Task directions >>
Filter the entries beneath this task, copying only the lines that hold the word "length".

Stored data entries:
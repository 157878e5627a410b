import { requireRole } from '$lib/server/auth/guard';
import * as fittings from '$lib/server/fittings';
import { parseJsonBody } from '$lib/server/http/respond';
import { changed, fittingActor } from '../../respond.server';
import type { RequestHandler } from './$types';

function hasBody(request: Request) {
	const length = request.headers.get('content-length');
	if (length === '0') return false;
	return length !== null || request.headers.has('transfer-encoding') || request.headers.has('content-type');
}

/**
 * The customer cancels their booking up to the cut-off; the tailor withdraws an open time or cancels a booking
 * (with a `reason`, which the customer is told). The body is optional.
 */
export const POST: RequestHandler = async ({ params, request, locals, getClientAddress }) => {
	const actor = fittingActor(requireRole('customer', 'tailor'), getClientAddress());
	let body: fittings.CancelRequest = {};
	if (hasBody(request)) {
		const parsed = await parseJsonBody(request, fittings.cancelRequest);
		if (!parsed.ok) return parsed.response;
		body = parsed.data;
	}
	return changed(locals.db, actor, () => fittings.cancel(locals.db, { fittingId: params.id, actor, request: body }));
};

Answer below >>
	const length = request.headers.get('content-length');
	if (length === '0') return false;
	return length !== null || request.headers.has('transfer-encoding') || request.headers.has('content-type');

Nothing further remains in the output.